Use Haiku or GPT-4.1-mini for simple tasks (classification, extraction, formatting). Reserve Opus/GPT-4o/o3 for tasks that genuinely need advanced reasoning. The cost difference can be 10-50x.

Set max_tokens appropriately

Always set max_tokens to a reasonable limit for your use case. This caps output costs and prevents runaway generation. It also improves the accuracy of cost pre-deduction.

Monitor with the Generation API

Periodically query /v1/generation to understand your cost breakdown. Look for requests with high reasoning_tokens or low cache hit rates.

Streaming Best Practices

Always include stream_options

Set stream_options: {include_usage: true} to receive token counts in the final chunk. Without this, you cannot track costs client-side.

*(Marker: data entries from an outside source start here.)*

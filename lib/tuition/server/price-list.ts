import 'server-only';
import type * as z from 'zod';
import { recordAudit } from '@/db/audit';
import { allLegalEntities } from '@/db/legal-entities';
import { changePrice, changeTax, priceHistory, taxHistory, type PriceLine, type TaxLine } from '@/db/price-changes';
import { liveProducts, type Product } from '@/db/prices';
import { transaction } from '@/db/transaction';
import { AppError, notFound } from '@/lib/errors';
import { formatDate, formatMoney } from '@/lib/format';
import { parseMoney } from '@/lib/money';
import type { Context } from '@/lib/server/context';
import { newId } from '@/lib/server/ids';
import { assertCan } from '@/policies/ability';
import type { changePriceSchema, changeTaxSchema } from '../price-schema';

export type PriceList = { products: Product[]; prices: PriceLine[]; taxes: TaxLine[]; taxClasses: string[] };

export async function readPriceList({ db, ability }: Context): Promise<PriceList> {
  assertCan(ability, 'read', 'Price', {});
  const products = await liveProducts(db);
  return { products, prices: await priceHistory(db), taxes: await taxHistory(db), taxClasses: [...new Set(products.map(({ taxClass }) => taxClass))] };
}

/** A price holds from a day on; families billed before keep what they were billed. Nobody but the owner sets it. */
export async function setPrice(input: z.output<typeof changePriceSchema>, context: Context): Promise<void> {
  const { db, school, actor } = context;
  assertCan(context.ability, 'update', 'Price', {});
  const amountMinor = parseMoney(input.amount, school.currency);
  if (amountMinor === null || amountMinor < 0) throw new AppError('invalid', 'The amount was not understood.', { amount: ['Write it like 42 or 42.50.'] });
  const product = (await liveProducts(db)).find(({ id }) => id === input.productId);
  if (!product) throw notFound('product');
  await transaction(db, async (trx) => {
    await changePrice(trx, { id: newId(), productId: product.id, lengthMinutes: input.lengthMinutes, amountMinor, validFrom: input.validFrom, approvedBy: actor.personId });
    const what = `${product.label}${input.lengthMinutes ? ` ${input.lengthMinutes} min` : ''}`;
    await recordAudit(trx, context, { action: 'price', tableName: 'price', rowId: product.id, after: input, sentence: `${what}: ${formatMoney({ amountMinor, currency: school.currency }, school.locale)} from ${formatDate(input.validFrom, school.locale, 'full')}.` });
  });
}

/** How a class of charges is taxed from a day on, at every legal entity of the school's own country. The product never guesses it. */
export async function setTax(input: z.output<typeof changeTaxSchema>, context: Context): Promise<void> {
  const { db, actor } = context;
  assertCan(context.ability, 'update', 'Settings', {});
  const rateBp = input.treatment === 'taxed' ? Math.round(input.ratePercent * 100) : 0;
  await transaction(db, async (trx) => {
    for (const { id: legalEntityId } of await allLegalEntities(trx)) {
      await changeTax(trx, { id: newId(), legalEntityId, taxClass: input.taxClass, treatment: input.treatment, rateBp, exemptionReason: input.treatment === 'exempt' ? input.reason : '', validFrom: input.validFrom, approvedBy: actor.personId });
    }
    await recordAudit(trx, context, { action: 'tax', tableName: 'tax_rate', rowId: input.taxClass, after: input, sentence: `Set how ${input.taxClass} is taxed from ${input.validFrom}.` });
  });
}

Handle partial chunks gracefully

SSE chunks can split across network packets. Always buffer and parse complete data: lines. The OpenAI SDK handles this automatically.

Use -N flag with curl

The -N (--no-buffer) flag disables output buffering in curl, so you see tokens as they arrive instead of all at once.

Key Security

Rotate keys regularly

Create new keys periodically and deactivate old ones. Use separate keys for development, staging, and production environments.

Use IP whitelisting

For production keys, restrict access to your server IP addresses or CIDR ranges. This prevents unauthorized usage even if a key is leaked.

Set daily spend caps

Configure daily_limit on each key to prevent runaway costs from bugs or compromised keys. The key returns 403 once the cap is reached.

Restrict allowed models

Use allowed_models to limit which models each key can access. A key meant for embeddings does not need access to GPT-4o or Claude Opus.

Never expose keys in client-side code

API keys should only be used server-side. Never include them in JavaScript bundles, mobile apps, or public repositories. Use environment variables exclusively.